What is Marriage? A Reply to David Leyonhjelm

In the Australian Financial Review (13/7/14) – you can find a copy of his essay here – DL outlined his argument for removing the qualification that marriage is exhaustively a relationship between the sexes. What is his argument? Well, it is actually difficult to grasp.

He begins his essay by comparing ‘arranged’ marriage with ‘modern’ marriage and invites us to consider how the former is any different an interference than our existing situation where marriage is defined as a relationship between the sexes. He presses this claim by then arguing that just as arranged marriages might have been a norm of the past, so too now can we say that marriage being a relationship between the sexes is also a norm of the past. However, what DL fails to do is distinguish between aspects of marriage that are accidental/incidental (changeable) and those that are essential (unchangeable).   

The implication of his argument is that any and all aspects of marriage are accidental/incidental. Indeed, he says in one passage that “human societies have had every form of marriage imaginable”. But what is the form, marriage, he is talking about that remains unchanged while other aspects change or ‘evolve’? If there no essential characteristics to marriage, then how could we identify – or fail to identify – marriage in this or that historical period or different culture despite all these incidental changes? On this he remains silent, even suggesting at the end of the essay, “If there are to be ‘definitions’, let them be drafted widely” as if any definition is onerous and restricting. But why? I will answer that shortly.

The next move of his argument, however, is strange indeed. Having argued that marriage has taken every ‘form’ imaginable he then declares that Roman law has an important lesson to teach us: that marriage is private. Wait a minute, his argument so far was simply to say that marriage was, so to say, this in Rome, that in Athens, and so in. How, then, could Rome have anything to teach us about marriage now even if we do accept arguendo that marriage was simply a private matter in Rome two thousand or so years ago (it wasn’t, that is why concubines were subordinate to wives in Roman law)? All we could say is that marriage was a private matter in Rome then (though it wasn’t); not that it should be in Rome or anywhere else now, or that marriage per se just is private.

At one point in his essay he turns up the rhetorical dial to eleventy when he writes that laws defining marriage as a relationship between the sexes are akin to past common-law restrictions on marriage between different religious confessions or races.

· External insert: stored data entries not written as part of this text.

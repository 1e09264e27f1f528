package com.loopwright.api.endpoint;

import com.fasterxml.jackson.core.JsonProcessingException;
import com.fasterxml.jackson.databind.JsonNode;
import com.fasterxml.jackson.databind.ObjectMapper;
import com.loopwright.api.json.DecodeFailures;
import com.loopwright.api.json.FiniteNumbersModule;
import com.loopwright.api.json.NonFiniteNumberException;
import com.loopwright.api.validation.InvalidRequestException;
import com.loopwright.solver.pipeline.SolverFailure;
import com.loopwright.solver.plant.PlantParameterException;
import java.io.IOException;
import java.nio.charset.StandardCharsets;

/**
 * Runs an {@link Endpoint} from request bytes (or one parsed batch item) to a {@link Reply}, without HTTP:
 * decode strictly, validate, compute, respond, and write JSON through {@link FiniteNumbersModule}, the one
 * never-NaN guard, whose serializers refuse NaN and Infinity with the value's pointer. Every request or solver
 * failure becomes a problem through {@link FailureTable}; anything else (a defect, a cancellation) passes on.
 * Stateless and thread-safe.
 */
public final class EndpointRunner {

    private final ObjectMapper reader;
    private final ObjectMapper writer;

    /** @param strict the strict request mapper (StrictJson); responses are written by its finite-number copy */
    public EndpointRunner(ObjectMapper strict) {
        this.reader = strict;
        this.writer = FiniteNumbersModule.responseWriter(strict);
    }

    /** A raw request body. */
    public <Q, V, R> Reply run(Endpoint<Q, V, R> endpoint, byte[] body) {
        Q request;
        try {
            request = reader.readValue(body, endpoint.requestType());
        } catch (JsonProcessingException e) {
            return Reply.failure(DecodeFailures.toProblem(e));
        } catch (IOException e) {
            return Reply.failure(DecodeFailures.unreadable());
        }
        return run(endpoint, request);
    }

    /** An already parsed JSON value (one item of a batch). */
    public <Q, V, R> Reply run(Endpoint<Q, V, R> endpoint, JsonNode item) {
        Q request;
        try {
            request = reader.treeToValue(item, endpoint.requestType());
        } catch (JsonProcessingException e) {
            return Reply.failure(DecodeFailures.toProblem(e));
        }
        return run(endpoint, request);
    }

    /** A decoded request. */
    public <Q, V, R> Reply run(Endpoint<Q, V, R> endpoint, Q request) {
        V validated = null;
        Object response;
        try {
            validated = endpoint.validate(request);
            R result = endpoint.compute(validated);
            try {
                response = endpoint.respond(validated, result);
            } catch (IllegalArgumentException e) {
                return Reply.failure(endpoint.unwritable(e));
            }
        } catch (InvalidRequestException | PlantParameterException | SolverFailure e) {
            return Reply.failure(FailureTable.toProblem(e, endpoint.failureContext(validated)));
        }
        return write(endpoint, response);
    }

    private Reply write(Endpoint<?, ?, ?> endpoint, Object response) {
        if (response instanceof Text text) {
            return Reply.owning(text.mediaType(), text.content().getBytes(StandardCharsets.UTF_8));
        }
        try {
            return Reply.owning(Reply.JSON, writer.writeValueAsBytes(response));
        } catch (JsonProcessingException e) {
            NonFiniteNumberException nonFinite = NonFiniteNumberException.in(e);
            if (nonFinite == null) {
                throw new IllegalStateException("a response could not be written", e);
            }
            return Reply.failure(endpoint.nonFinite(nonFinite.pointer()));
        }
    }
}
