/**
 * The bounded pool every design computation runs on: a fixed number of worker threads and a bounded queue.
 * A computation that cannot be queued is refused at once (503, back-pressure); one that does not finish by its
 * deadline is answered with 504 and cancelled: its worker is interrupted, and the solver's long loops stop at their
 * next cancellation checkpoint.
 *
 * <p>Batches ({@link BatchLane}) hold at most {@link #batchShare()} workers (ceil(workers/2)) across all batches
 * at any time, so that single requests always find the other workers. Beyond that share, a batch may borrow a worker
 * for a short item (the caller says which), but only one that is idle while nothing waits in the queue: it starts at
 * once and never queues ahead of a single request. A worker a batch holds goes on with the batch's next item only
 * while nothing is queued, so a single request arriving later waits at most for one item to end on a borrowed
 * worker (a short one). The pool counts its claims (computations queued or running, a worker a batch holds as
 * one) itself, so that the borrow rule is one atomic step.
 */
public final class ComputePool implements AutoCloseable {

    /** Retry-After seconds suggested to a refused client. */
    public static final int RETRY_AFTER_SECONDS = 1;

    private static final Logger LOG = LoggerFactory.getLogger(ComputePool.class);

    private final ThreadPoolExecutor executor;
    private final long deadlineMillis;
    /** Workers batch items may hold at once, over all batches: ceil(workers/2). */
    private final int batchShare;

    private final Semaphore batchSlots;
    /** Computations queued or running: counted from submission until they end or are cancelled unstarted. */
    private final AtomicInteger claims = new AtomicInteger();

    private final Timings timings;

    /**
     * Sees how long each computation waited in the queue and how long it kept its worker (nanoseconds; a
     * computation cancelled while queued is not seen).
     */
    public record Timings(LongConsumer queueWaitNanos, LongConsumer computeNanos) {
        public static final Timings NONE = new Timings(nanos -> {}, nanos -> {});
    }

    public ComputePool(int workerThreads, int queueCapacity, long deadlineMillis) {
        this(workerThreads, queueCapacity, deadlineMillis, Timings.NONE);
    }

    public ComputePool(int workerThreads, int queueCapacity, long deadlineMillis, Timings timings) {
        this.timings = timings;
        BlockingQueue<Runnable> queue =
                queueCapacity == 0 ? new SynchronousQueue<>() : new ArrayBlockingQueue<>(queueCapacity);
        AtomicInteger count = new AtomicInteger();
        ThreadFactory threads = task -> {
            Thread thread = new Thread(task, "loopwright-design-" + count.incrementAndGet());
            thread.setDaemon(true);
            return thread;
        };
        this.executor = new ThreadPoolExecutor(
                workerThreads,
                workerThreads,
                0,
                TimeUnit.MILLISECONDS,
                queue,
                threads,
                new ThreadPoolExecutor.AbortPolicy());
        this.deadlineMillis = deadlineMillis;
        this.batchShare = (workerThreads + 1) / 2;
        this.batchSlots = new Semaphore(batchShare, true);
    }

    /** The deadline of a request that starts now, as a {@link System#nanoTime()} instant. */
    public long deadlineFromNow() {
        return System.nanoTime() + TimeUnit.MILLISECONDS.toNanos(deadlineMillis);
    }

    /**
     * Runs one computation on the pool and waits for it up to the deadline. Never throws: {@code onProblem} turns
     * a refusal, a missed deadline or an unexpected failure into a result of the computation's type.
     */
    public <T> T run(Supplier<T> computation, Function<Problem, T> onProblem) {
        return submit(computation, onProblem).await();
    }

    /**
     * Queues one computation and returns at once; {@link Pending#await} waits for it up to the deadline counted
     * from this call. A refusal (every worker busy and the queue full) is a pending result that is already
     * resolved to the overloaded problem.
     */
    public <T> Pending<T> submit(Supplier<T> computation, Function<Problem, T> onProblem) {
        claims.incrementAndGet();
        return submit(computation, onProblem, deadlineFromNow(), once(claims::decrementAndGet));
    }

    /** A new batch's items, computed under its deadline (one deadline covers all its items): {@link BatchLane}. */
    public <T> BatchLane<T> batchLane(Function<Problem, T> onProblem, long deadlineNanos) {
        return new BatchLane<>(this, onProblem, deadlineNanos);
    }

    /** How a batch holds a worker: on the batch share, or borrowed beyond it while the worker was idle. */
    enum Grant {
        SHARE,
        BORROWED
    }

    /**
     * A worker for a batch without waiting: a free slot of the {@link #batchShare()}, else, for a short item, an
     * idle worker borrowed when fewer computations than workers are queued or running (a worker is idle and
     * nothing is queued; one atomic step, so two batches never borrow the same worker); else null.
     */
    Grant claim(boolean shortItem) {
        if (batchSlots.tryAcquire()) {
            claims.incrementAndGet();
            return Grant.SHARE;
        }
        int workers = executor.getMaximumPoolSize();
        for (int claimed = claims.get(); shortItem && claimed < workers; claimed = claims.get()) {
            if (claims.compareAndSet(claimed, claimed + 1)) {
                return Grant.BORROWED;
            }
        }
        return null;
    }

    /** A slot of the batch share, waiting at most {@code nanos}; null when none came free. */
    Grant claimShare(long nanos) throws InterruptedException {
        if (nanos <= 0 || !batchSlots.tryAcquire(nanos, TimeUnit.NANOSECONDS)) {
            return null;
        }
        claims.incrementAndGet();
        return Grant.SHARE;
    }

    /** Gives a worker held by a batch back. */
    void release(Grant grant) {
        claims.decrementAndGet();
        if (grant == Grant.SHARE) {
            batchSlots.release();
        }
    }

    /**
     * Whether a worker a batch holds may go on with the batch's next item without giving the worker back: only while
     * no computation is queued (single requests keep priority), before the deadline, with the pool running, and,
     * on a borrowed worker, only for a short item.
     */
    boolean mayContinue(Grant grant, boolean shortItem, long deadlineNanos) {
        return (grant == Grant.SHARE || shortItem)
                && claims.get() <= executor.getMaximumPoolSize()
                && deadlineNanos - System.nanoTime() > 0
                && !executor.isShutdown();
    }

    /** Runs {@code work} on a worker; false when the pool refuses it (every worker busy and the queue full). */
    boolean execute(Runnable work) {
        try {
            executor.execute(work);
            return true;
        } catch (RejectedExecutionException e) {
            return false;
        }
    }

    /** Runs {@code release} the first time only (a task cancelled as it starts may reach both release points). */
    private static Runnable once(Runnable release) {
        AtomicBoolean pending = new AtomicBoolean(true);
        return () -> {
            if (pending.compareAndSet(true, false)) {
                release.run();
            }
        };
    }

    /**
     * @param release runs once the computation has ended, was refused, or was cancelled before it started
     */
    private <T> Pending<T> submit(
            Supplier<T> computation, Function<Problem, T> onProblem, long deadlineNanos, Runnable release) {
        if (deadlineNanos - System.nanoTime() <= 0) {
            release.run();
            return new Pending<>(null, deadlineNanos, onProblem, onProblem.apply(deadlineProblem()));
        }
        Task<T> task = task(computation, release, ended -> {});
        if (execute(task)) {
            return new Pending<>(task, deadlineNanos, onProblem, null);
        }
        release.run();
        return new Pending<>(null, deadlineNanos, onProblem, onProblem.apply(overloadedProblem()));
    }

    /**
     * One computation to run (by the executor, or by a worker a batch holds): it carries the request id onto the
     * worker and reports its timings.
     *
     * @param release runs once the computation has ended or was cancelled before it started
     * @param ended   sees the task once its result is set (computed, failed, cancelled or refused)
     */
    <T> Task<T> task(Supplier<T> computation, Runnable release, Consumer<Future<?>> ended) {
        // The request id follows the computation onto the worker thread (the only diagnostic context the service
        // sets; carrying one string avoids copying the whole context map per computation).
        String requestId = MDC.get(RequestIds.MDC_KEY);
        AtomicBoolean started = new AtomicBoolean();
        long queuedNanos = System.nanoTime();
        return new Task<T>(() -> {
            started.set(true);
            long startedNanos = System.nanoTime();
            timings.queueWaitNanos().accept(startedNanos - queuedNanos);
            if (requestId != null) {
                MDC.put(RequestIds.MDC_KEY, requestId);
            }
            try {
                return computation.get();
            } finally {
                timings.computeNanos().accept(System.nanoTime() - startedNanos);
                MDC.remove(RequestIds.MDC_KEY);
                release.run();
            }
        }) {
            @Override
            protected void done() {
                if (!started.get()) {
                    release.run(); // cancelled while queued: the computation never runs
                }
                ended.accept(this);
            }
        };
    }

    /** A computation's future, which a batch may also resolve to a refusal without running it. */
    static class Task<T> extends FutureTask<T> {
        Task(java.util.concurrent.Callable<T> computation) {
            super(computation);
        }

        /** Resolves a computation that will not run (refused by a full pool) to {@code refusal}. */
        void refuse(T refusal) {
            set(refusal);
        }
    }

    Problem overloadedProblem() {
        return ProblemType.SERVICE_OVERLOADED.problem("all " + executor.getMaximumPoolSize()
                + " design workers are busy and " + queueCapacity() + " designs are queued; retry after "
                + RETRY_AFTER_SECONDS + " s");
    }

    Problem deadlineProblem() {
        return ProblemType.DEADLINE_EXCEEDED.problem("the computation did not finish within the compute deadline of "
                + deadlineMillis + " ms (one deadline covers every item of a batch)");
    }

    /** One submitted computation: its result, or the problem of a refusal, a missed deadline or a failure. */
    public final class Pending<T> {
        private final Future<T> future;
        private final long deadlineNanos;
        private final Function<Problem, T> onProblem;
        private final T refused;

        Pending(Future<T> future, long deadlineNanos, Function<Problem, T> onProblem, T refused) {
            this.future = future;
            this.deadlineNanos = deadlineNanos;
            this.onProblem = onProblem;
            this.refused = refused;
        }

        /** True once {@link #await} returns without waiting. */
        boolean isDone() {
            return future == null || future.isDone();
        }

        /** The computation's future (null when it was never queued). */
        Future<T> future() {
            return future;
        }

        /**
         * Waits up to {@code nanos} (and never past the deadline) for the computation to finish; returns whether it
         * has. Never throws; {@link #await} then gives the result or the problem.
         */
        public boolean awaitDone(long nanos) {
            if (future == null || future.isDone()) {
                return true;
            }
            long remainingNanos = deadlineNanos - System.nanoTime();
            try {
                future.get(Math.max(0, Math.min(nanos, remainingNanos)), TimeUnit.NANOSECONDS);
                return true;
            } catch (TimeoutException e) {
                return false;
            } catch (InterruptedException e) {
                Thread.currentThread().interrupt();
                return future.isDone();
            } catch (ExecutionException | java.util.concurrent.CancellationException e) {
                return true;
            }
        }

        /** The result, waiting at most until the deadline. Never throws. */
        public T await() {
            if (future == null) {
                return refused;
            }
            long remainingNanos = deadlineNanos - System.nanoTime();
            try {
                return future.get(Math.max(0, remainingNanos), TimeUnit.NANOSECONDS);
            } catch (TimeoutException e) {
                future.cancel(true); // interrupts the worker: the solver stops at its next checkpoint
                return onProblem.apply(deadlineProblem());
            } catch (InterruptedException e) {
                Thread.currentThread().interrupt();
                future.cancel(true);
                return onProblem.apply(ProblemType.NOT_READY.problem("the request was interrupted by a shutdown"));
            } catch (ExecutionException e) {
                if (e.getCause() instanceof ComputationCancelledException) {
                    return onProblem.apply(
                            ProblemType.NOT_READY.problem("the computation was cancelled by a shutdown"));
                }
                LOG.error("design computation failed", e.getCause());
                return onProblem.apply(ProblemType.INTERNAL_ERROR.problem(null));
            } catch (java.util.concurrent.CancellationException e) {
                return onProblem.apply(ProblemType.NOT_READY.problem("the computation was cancelled by a shutdown"));
            }
        }

        /** Gives up on the computation: a queued one never runs, a running one is interrupted. */
        public void cancel() {
            if (future != null) {
                future.cancel(true);
            }
        }
    }

    /** True when a new computation would be refused right now (every worker busy and the queue full). */
    public boolean saturated() {
        return executor.getActiveCount() >= executor.getMaximumPoolSize()
                && executor.getQueue().remainingCapacity() == 0;
    }

    public int activeWorkers() {
        return executor.getActiveCount();
    }

    public int queuedDesigns() {
        return executor.getQueue().size();
    }

    public int workerThreads() {
        return executor.getMaximumPoolSize();
    }

    public long deadlineMillis() {
        return deadlineMillis;
    }

    /** Workers all batches together may hold at once: ceil(workers/2); single requests keep the rest. */
    public int batchShare() {
        return batchShare;
    }

    private int queueCapacity() {
        return executor.getQueue().size() + executor.getQueue().remainingCapacity();
    }

    /** Stops taking work and lets queued computations finish, waiting at most the given time. */
    public void shutdown(long graceMillis) {
        executor.shutdown();
        try {
            if (!executor.awaitTermination(graceMillis, TimeUnit.MILLISECONDS)) {
                executor.shutdownNow();
            }
        } catch (InterruptedException e) {
            Thread.currentThread().interrupt();
            executor.shutdownNow();
        }
    }

    @Override
    public void close() {
        shutdown(0);
    }
}
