package com.loopwright.api.endpoint;

import com.fasterxml.jackson.annotation.JsonUnwrapped;

/** A JSON response body with its {@code trace} member last (the response's own members are written unwrapped). */
record Traced(@JsonUnwrapped Object response, Trace trace) {}
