package com.loopwright.api.endpoint;

import java.io.IOException;
import java.io.InputStream;
import java.io.UncheckedIOException;
import java.util.Properties;

/**
 * The service version as the build stamped it: the Maven project version, filtered into
 * {@code com/loopwright/api/endpoint/build.properties} at build time (the one source; no version is typed in code).
 */
public final class ServiceVersion {

    private static final String RESOURCE = "build.properties";

    private ServiceVersion() {}

    /** The project version of this build, e.g. 0.1.0-SNAPSHOT. */
    public static String fromBuild() {
        Properties properties = new Properties();
        try (InputStream in = ServiceVersion.class.getResourceAsStream(RESOURCE)) {
            if (in == null) {
                throw new IllegalStateException("the build did not package " + RESOURCE);
            }
            properties.load(in);
        } catch (IOException e) {
            throw new UncheckedIOException("cannot read " + RESOURCE, e);
        }
        String version = properties.getProperty("version", "").trim();
        if (version.isEmpty() || version.contains("${")) {
            throw new IllegalStateException("the build did not stamp the version into " + RESOURCE);
        }
        return version;
    }
}
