package com.loopwright.api.endpoint;

import com.loopwright.api.problem.FieldError;
import com.loopwright.api.problem.Problem;
import java.util.List;

/**
 * One endpoint's steps between the decoded request and the response body; {@link EndpointRunner} runs them.
 * Each step may fail with an {@link com.loopwright.api.validation.InvalidRequestException} (every field error at
 * once), a {@link com.loopwright.solver.plant.PlantParameterException} or a
 * {@link com.loopwright.solver.pipeline.SolverFailure}; the runner maps them in {@link FailureTable}, in the
 * pointer context the endpoint gives ({@link #failureContext}).
 *
 * @param <Q> the wire request record, decoded strictly
 * @param <V> the request after validation, in solver terms
 * @param <R> what the solver computed
 */
public interface Endpoint<Q, V, R> {

    /** The type the body is decoded into. */
    Class<Q> requestType();

    /** Checks the request: the validated form, or an InvalidRequestException with every field error. */
    V validate(Q request);

    /**
     * Field errors that validation found but the endpoint reports only after computing (the verify object's, once
     * the spec is known to be feasible); a request that did not decode is never computed, and its answer names
     * them at once with the decoding errors. None by default.
     */
    default List<FieldError> deferredErrors(V validated) {
        return List.of();
    }

    /** Runs the solver through its front door (solver.pipeline). */
    R compute(V validated);

    /**
     * The response: a record written as JSON through the finite-number guard, or a {@link Text} body, either of
     * them possibly an {@link Attachment} (saved under a file name).
     */
    Object respond(V validated, R result);

    /**
     * The response, knowing which build answers which request; by default {@link #respond(Object, Object)} (the
     * runner adds the trace to a JSON body itself; a {@link Text} body states it in its own way). The trace is null
     * only for a request without a canonical form, which validation refuses.
     */
    default Object respond(V validated, R result, Trace trace) {
        return respond(validated, result);
    }

    /** The problem for a NaN or an infinity met while writing the JSON response, at {@code pointer}. */
    Problem nonFinite(String pointer);

    /**
     * The problem for a response that {@link #respond} could not write (an argument outside what a writer can
     * draw or print); by default the failure is not the caller's and passes on.
     */
    default Problem unwritable(IllegalArgumentException failure) {
        throw failure;
    }

    /** Where this endpoint's failures point; {@code validated} is null when validation itself failed. */
    default FailureContext failureContext(V validated) {
        return FailureContext.ROOT;
    }
}
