/**
 * The one request pipeline of every endpoint: an {@link com.loopwright.api.endpoint.Endpoint} says how to
 * validate, compute and map; the {@link com.loopwright.api.endpoint.EndpointRunner} decodes strictly, runs it,
 * writes the response through the one finite-number guard and maps every failure to a problem through the one
 * {@link com.loopwright.api.endpoint.FailureTable}. The answer is one {@link com.loopwright.api.endpoint.Reply}:
 * a body with its media type, or a problem, never both; a body never holds NaN or Infinity.
 */
package com.loopwright.api.endpoint;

But, again, not only does he not present an argument which shows that these restrictions are similar -they’re not – he completely misses the point that Jews, Catholics, Protestants, whites, or blacks could marry among themselves and that they were recognized as marriages by all. The analogy is simply not there. And the simple fact that they could marry among themselves suggests that any restrictions on marriage between Catholics and Protestants, and so on, had nothing to do with the nature of marriage itself at all.

To put it bluntly, DL’s argument is incoherent. Its plausibility depends upon a sustained equivocation about what marriage is by repeatedly referring to various incidental changes to marriage that give the illusion that marriage itself has changed over time or was different fundamentally in certain places. Truth be told, DL is not concerned with marriage at all, he is concerned simply with relationships; he is noting that historically and culturally there have been different forms of adult relationship.  And there have been, who would deny it? But so what? Moreover, what else explains his reluctance to define marriage? What is at issue here is not whether there have are different types of relationship, but whether the changes he provides as examples, or the change he proposes, changed, or will change, marriage?

If, as I suggest, marriage has always been an exclusive, permanent relationship between the sexes orientated towards unifying the couple and the children that may arise therein, then the answer is that the examples he provides are all compatible with the form and purpose of marriage as outlined, whereas the alteration he proposes is not. If marriage is not a relationship between the sexes then it is not orientated towards children and therefore there could not be an in-principle reason that it be permanent and exclusive. DL remains silent on what marriage is and this silence means that he can provide no in-principle reason why he proposes this alteration alone but not one that also extends the number of persons in a marriage to more than two, and so on. It is as if he never asked himself the question, What is marriage?